If you use ordinary brown sugar, _you're using processed white sugar_. Brown sugar is made by mixing white sugar with molasses.

BDL


----------



## Iceman (Jan 4, 2011)

_LOL._ Did I say that I used _"ordinary brown sugar"_?


----------



## boar_d_laze (Feb 13, 2008)

Ice wrote:


> _Did I say that I used "ordinary brown sugar"?_


No. You did not.

With that out of the way...

Brian wrote:


> _ My rumination is that the smoke was only on the meat, never in the sauce.  Maybe that is being pedantic... but after trying to "fake" smoked meat by spiking sauce with liquid smoke I realize that trying to infuse smoke into BBQ via the sauce is a waste of time._


For my own part, I agree. But most people are used to bottled commercial sauces with liquid smoke in them; that's what they expect from barbecue sauce; and it's not something I'm prepared to judge. I try to make people happy with my 'q, so I'll separate out some sauce and add smoke to it for anyone who wants that. The one thing I won't do is prep meat for indoor cooking with liquid smoke. That's not for religious reasons, but because it's so easy for me to smoke outside; there are so may good preps without smoke; and I struggle with getting the levels right.

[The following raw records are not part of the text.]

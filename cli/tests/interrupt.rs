//! A run stopped by SIGTERM (what batch schedulers send before a time limit)
//! without checkpoints writes the frames recorded so far, marks them partial
//! and exits with 3.

use std::path::Path;
use std::process::{Command, Stdio};
use std::time::{Duration, Instant};

#[test]
fn sigterm_writes_partial_results_and_exits_3() {
    let dir = std::env::temp_dir().join(format!("turbid-interrupt-{}", std::process::id()));
    std::fs::create_dir_all(&dir).unwrap();
    let repo = Path::new(env!("CARGO_MANIFEST_DIR")).parent().unwrap();
    // The demo scenario with many more parcels: long enough to be interrupted.
    let base = std::fs::read_to_string(repo.join("scenarios/glass-beads-column.yaml")).unwrap();
    let scenario = dir.join("long.yaml");
    std::fs::write(&scenario, base.replace("parcels: 20000", "parcels: 400000")).unwrap();
    let out = dir.join("long.h5");
    let child = Command::new(env!("CARGO_BIN_EXE_turbid"))
        .args([
            "run",
            scenario.to_str().unwrap(),
            "-o",
            out.to_str().unwrap(),
            "--progress",
            "none",
            // No checkpoints: the plain interrupt (with one: exit 5, see checkpoint.rs).
            "--checkpoint-every",
            "0",
        ])
        .stdout(Stdio::piped())
        .stderr(Stdio::piped())
        .spawn()
        .unwrap();
    // Let it start and record a few frames, then ask it to stop.
    std::thread::sleep(Duration::from_secs(4));
    let status = Command::new("kill")
        .args(["-TERM", &child.id().to_string()])
        .status()
        .unwrap();
    assert!(status.success());
    let started = Instant::now();
    let output = child.wait_with_output().unwrap();
    assert!(
        started.elapsed() < Duration::from_secs(120),
        "took too long to stop"
    );
    let stderr = String::from_utf8_lossy(&output.stderr);
    assert_eq!(output.status.code(), Some(3), "stderr: {stderr}");
    assert!(out.exists(), "no result file after interrupt");
    let csv = std::fs::read_to_string(dir.join("long.settling.csv")).unwrap();
    assert!(csv.contains("run_status: partial"), "{csv}");
    let rows = csv.lines().filter(|l| !l.starts_with('#')).count();
    assert!(
        rows >= 2,
        "expected the header and at least the initial record:\n{csv}"
    );
    // No temporary files left behind.
    for entry in std::fs::read_dir(&dir).unwrap() {
        let name = entry.unwrap().file_name().into_string().unwrap();
        assert!(!name.contains(".tmp-"), "left {name}");
    }
    std::fs::remove_dir_all(&dir).ok();
}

You said a lot of other interesting things about Memphis barbecue and led me to believe that we share some common tastes, but you've spent a lot more time in and around Memphis than me and know the local joints. There's no substitute for that kind of knowledge, and certainly no substitute for the fun acquiring it either. Most of my contact is with people who cook Memphis style whom I know from comp or who cook professionally. For instance, Jay Bee's in Gardena is owned by a Neely (Interstate BBQ) sister.

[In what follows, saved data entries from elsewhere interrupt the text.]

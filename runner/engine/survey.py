"""The shell around planning: read the ledger and the file system once, then assess.

`Survey` gathers what the pure planner needs (ledger snapshot, current spec and
code hashes, an input probe backed by one file listing per input) and offers
the views the commands show: plan, stale ranges, impact.
"""

from __future__ import annotations

from collections.abc import Iterator, Mapping
from concurrent.futures import Future, ThreadPoolExecutor
from dataclasses import dataclass, field
from datetime import datetime
from typing import TYPE_CHECKING, Any

from runner.core import fingerprints as fp
from runner.core.assessment import Assessment, Probe, Snapshot, assess
from runner.core.windows import Window
from runner.core.workspace import Workspace
from runner.engine.prepare import spec_and_code
from runner.io.files import FileIndex
from runner.io.ledger.store import Ledger
from runner.model.spec import DatabaseInput, FileInput

if TYPE_CHECKING:
    import polars as pl


class _Arriving(Mapping[str, Any]):
    """Job -> state frame, each read by a background thread in dependency order.

    The planner asks for jobs in that same order, so while it assesses one job
    the next job's rows are being read (SQLite and polars both let go of the
    interpreter lock for their heavy work, so the two overlap on two cores).
    """

    def __init__(self, futures: dict[str, Future]):
        self._futures = futures

    def __getitem__(self, job: str) -> Any:
        return self._futures[job].result()

    def __iter__(self) -> Iterator[str]:
        return iter(self._futures)

    def __len__(self) -> int:
        return len(self._futures)


def snapshot(ws: Workspace, ledger: Ledger, jobs: list[str], parts: dict[str, tuple[str, str]],
             at: datetime, recheck_all: bool = False, extras: bool = False) -> Snapshot:
    """One query per job for what planning needs of its window states, one for the live claims.

    The per-job reads run on a background thread, in `jobs` order; the returned
    snapshot's `states` wait for each job's read when it is first looked at.
    """
    from runner.model.spec import JobInput

    read = {s.job for j in ws.jobs.values() for s in j.spec.inputs.values() if isinstance(s, JobInput)}

    def states_of(job: str) -> Any:
        spec = ws.jobs[job].spec
        input_from = None
        if not recheck_all:
            cad = ws.cadence(job)
            first = cad.window_at(at - spec.recheck)
            input_from = (first.key if first is not None else
                          Window(at - spec.recheck, at - spec.recheck, cad.tz).key)
        return ledger.plan_states(
            job, parts[job][0], parts[job][1], input_from=input_from,
            upstream=any(isinstance(s, JobInput) for s in spec.inputs.values()),
            digests=job in read or extras, ingested=spec.late_after is not None, extras=extras)

    claims = set(ledger.claimed().keys())
    reader = ThreadPoolExecutor(max_workers=1, thread_name_prefix="weir-ledger-read")
    futures = {job: reader.submit(states_of, job) for job in jobs}
    reader.shutdown(wait=False)  # the thread ends once the queued reads are done
    return Snapshot(states=_Arriving(futures), claims=claims)


@dataclass
class InputProber:
    """Probes windows' inputs from one listing per file input (built on first use)."""

    ws: Workspace
    indexes: dict[tuple[str, str], FileIndex] = field(default_factory=dict)
    as_columns: bool = False  # `many` returns a frame (in_hash, in_newest, in_waiting) instead of Probes

    def __call__(self, job: str, window: Window) -> Probe:
        from runner.io.readers import find_files

        spec = self.ws.jobs[job].spec
        entries: list[dict[str, Any]] = []
        newest = None
        waiting = None
        tables = False
        for name, source in spec.inputs.items():
            if isinstance(source, DatabaseInput):
                tables = True  # its rows are read by a run only: the input hash is unknown here
                continue
            if not isinstance(source, FileInput):
                continue
            key = (job, name)
            if key not in self.indexes:
                self.indexes[key] = FileIndex.build(self.ws.root, source.files)
            found = find_files(self.ws.root, name, source, window, self.indexes[key])
            entries.extend(found.manifest)
            if found.newest_mtime_ns is not None:
                newest = max(newest or 0, found.newest_mtime_ns)
            if not found.paths and source.required and waiting is None:
                waiting = f"input {name}: no files match {', '.join(found.patterns[:2])}"
        return Probe(None if tables else fp.input_part(entries).hash, newest, waiting)

    def many(self, job: str, tz: Any, starts_us: list[int], ends_us: list[int]) -> list[Probe] | pl.DataFrame:
        """Probes for many windows of one job (given as UTC epoch microseconds): each distinct
        set of rendered patterns is looked up once."""
        import polars as pl

        from runner.core.paths import expand, render_many
        from runner.io.readers import files_for_patterns
        from runner.model.timeutil import from_us

        def window(i: int) -> Window:
            return Window(from_us(starts_us[i]), from_us(ends_us[i]), tz)

        spec = self.ws.jobs[job].spec
        if any(isinstance(s, DatabaseInput) for s in spec.inputs.values()) or not starts_us:
            return [self(job, window(i)) for i in range(len(starts_us))]
        files = [(n, s) for n, s in spec.inputs.items() if isinstance(s, FileInput)]
        starts = pl.Series(starts_us, dtype=pl.Int64)
        ends = pl.Series(ends_us, dtype=pl.Int64)
        # one text key per window: its rendered patterns, input by input (\x1f and \x1e never
        # occur in a path), so that windows sharing their files are looked up once
        per_input = []
        for _, source in files:
            rendered = render_many(source.files, starts, ends, tz.key)
            if rendered is None:
                rendered = pl.Series([chr(31).join(expand(source.files, window(i))) for i in range(len(starts_us))],
                                     dtype=pl.String)
            per_input.append(rendered)
        keys = (pl.DataFrame({str(i): r for i, r in enumerate(per_input)})
                .select(pl.concat_str(pl.all(), separator=chr(30)))
                .to_series())
        unique = keys.unique(maintain_order=True).to_list()
        looked_up: dict[str, Probe] = {}
        for key in unique:
            entries: list[dict[str, Any]] = []
            newest = None
            waiting = None
            for (name, source), patterns in zip(files, key.split(chr(30)), strict=True):
                index_key = (job, name)
                if index_key not in self.indexes:
                    self.indexes[index_key] = FileIndex.build(self.ws.root, source.files)
                fs = files_for_patterns(self.ws.root, name, source, patterns.split(chr(31)), self.indexes[index_key])
                entries.extend(fs.manifest)
                if fs.newest_mtime_ns is not None:
                    newest = max(newest or 0, fs.newest_mtime_ns)
                if not fs.paths and source.required and waiting is None:
                    waiting = f"input {name}: no files match {', '.join(fs.patterns[:2])}"
            looked_up[key] = Probe(fp.input_part(entries).hash, newest, waiting)
        if self.as_columns:
            table = pl.DataFrame({
                "key": list(looked_up), "in_hash": [p.input_hash for p in looked_up.values()],
                "in_newest": [p.newest_mtime_ns for p in looked_up.values()],
                "in_waiting": [p.waiting for p in looked_up.values()]},
                schema={"key": pl.String, "in_hash": pl.String, "in_newest": pl.Int64, "in_waiting": pl.String})
            return pl.DataFrame({"key": keys}).join(table, on="key", how="left", maintain_order="left").drop("key")
        return [looked_up[k] for k in keys.to_list()]


def closure(ws: Workspace, jobs: list[str]) -> list[str]:
    """`jobs` (all when empty) plus their producers, transitively, in dependency order."""
    return ws.upstream(ws.select(jobs))


def survey(ws: Workspace, ledger: Ledger, at: datetime, jobs: list[str] | None = None,
           recheck_all: bool = False, extras: bool = False) -> Assessment:
    """Assessed frames of `jobs` (all when empty), reading the ledger and inputs once.

    `extras` also brings each window's run id, output, digest and duration (for the report).
    """
    names = closure(ws, jobs or [])
    parts = {}
    for name in names:
        spec_p, code_p = spec_and_code(ws, name)
        parts[name] = (spec_p.hash, code_p.hash)
    snap = snapshot(ws, ledger, names, parts, at, recheck_all, extras)
    return assess(ws, at, snap, InputProber(ws, as_columns=True), jobs or None, recheck_all)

One thing you didn't come right out and say was that Memphis barbecue is as well known for "dry" as it is for sauced barbecue. So, that's yet another thing. Sauced or dry, you've got to get the underlying rub right.

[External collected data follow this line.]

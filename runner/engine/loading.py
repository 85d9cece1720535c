"""A workspace: a folder with `jobs/*.yaml` and `state/`. Loading and validating it.

`load_workspace` reads every job file and the workspace settings
(`jobs/_settings.yaml`, optional), validates each one and the graph between
them, resolves SQL steps statically, and either returns a `Workspace` or
raises `SpecProblems` with every problem of the run.
"""

from __future__ import annotations

import os
from pathlib import Path

from runner.core.validation import acyclic, graph_problems, sql_problems
from runner.core.workspace import JOB_SUFFIXES, Workspace
from runner.errors import Problem, SpecProblems, UsageError
from runner.model.loading import load_job, load_settings
from runner.model.settings import SETTINGS_FILE, WorkspaceSettings
from runner.model.spec import Job


def job_files(root: Path) -> list[Path]:
    folder = root / "jobs"
    if not folder.is_dir():
        return []
    return sorted(p for p in folder.iterdir() if p.suffix in JOB_SUFFIXES and p.is_file()
                  and not p.name.startswith(".") and p.name != SETTINGS_FILE)


def _display(path: Path) -> str:
    try:
        rel = os.path.relpath(path)
    except ValueError:
        return str(path)
    return rel if not rel.startswith(".." + os.sep + "..") else str(path)


def load_workspace(root: Path | str = ".", resolve_sql: bool = True, thorough: bool = True) -> Workspace:
    """Load and validate every job of the workspace at `root`.

    Raises SpecProblems listing every error (job files, graph, SQL) together.
    Warnings (advice that does not stop a run) are kept on the workspace.
    No data is read: `weir check`'s advice from input samples is
    `runner.engine.samples.batch_advice`, called by `api.check` only.
    `thorough=False` skips the checks that only `weir check` needs to be fast
    about (static SQL resolution): commands that run windows start
    sooner and would meet those problems as run failures. Outputs are checked
    by every load (two outputs aliasing each other must never run).
    """
    root = Path(root).resolve()
    files = job_files(root)
    if not (root / "jobs").is_dir():
        raise UsageError(f"{_display(root)} is not a weir workspace: it has no jobs/ folder (see `weir init`)")
    problems: list[Problem] = []
    jobs: dict[str, Job] = {}
    settings = WorkspaceSettings()
    settings_file = root / "jobs" / SETTINGS_FILE
    try:
        settings = load_settings(settings_file, display=_display(settings_file))
    except SpecProblems as exc:
        problems.extend(exc.problems)
    for file in files:
        try:
            job = load_job(file, display=_display(file))
        except SpecProblems as exc:
            problems.extend(exc.problems)
            continue
        if job.name in jobs:
            problems.append(Problem(_display(file), 1, 1, "", f"job {job.name!r} is defined twice ({jobs[job.name].file})"))
            continue
        jobs[job.name] = job
    problems.extend(graph_problems(jobs, root=root))
    warnings: list[Problem] = []
    schemas: dict | None = {} if thorough and resolve_sql else None
    # Every problem of a run is reported together; SQL is resolved in dependency
    # order, which needs a graph without cycles (cycles are reported above).
    if schemas is not None and acyclic(jobs):
        for p in sql_problems(jobs, schemas):
            (warnings if p.severity == "warning" else problems).append(p)
    if problems:
        raise SpecProblems(problems)
    return Workspace(root=root, jobs=jobs, warnings=warnings, resolved_schemas=schemas, settings=settings)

I still want to hear more from Spammar because I'd like to help him out doing whatever it is he wants to do, if I can.

BDL


----------



## duckfat (Aug 7, 2008)

BrianShaw said:


> My experience is that TN BBQ is more about the meat than the sauce.


I've always thought TN is a little dyslexic in this regard. They seem quite split between dry rub and vinegar/tomato sauce. Texas OTOH is all about the Meat.

+1 on the Corn Cake.

Dave


----------



## spammar (Jun 2, 2013)

okay lotsa people posted do this is gonna be a long one please bear with the spelling and other mistakes its 3 am and i havent slept in at least i have no idea almost 2 days or something

i must have insomnia 


boar_d_laze said:


> It seems like you want someone to take your ingredient list and write a complete recipe with amounts and techniques for you so you don't have to waste ingredients. If that's what you want, I can create a fairly mainstream Memphis style sauce for you which uses -- among other things -- adobo from canned chipotles, but it won't be your sauce, it will be mine. If you want more general information regarding techniques and ratios, I can do that too -- but it will still require a lot of trial and error on your part to get it right.
> 
> It's a better idea to either slice and grill your aromatics and then chop them, or chop them raw, and soften them in a bit of oil or butter, build your sauce on top of them, and then puree the sauce, rather than pureeing them at any time (raw or cooked) prior to putting them in the sauce;
> 
> If you're looking for same level of smokiness that you find in commercial barbecue sauces, you're going to need at least some liquid smoke. You can't get it from chipotles, and certainly not from chipotle adobo.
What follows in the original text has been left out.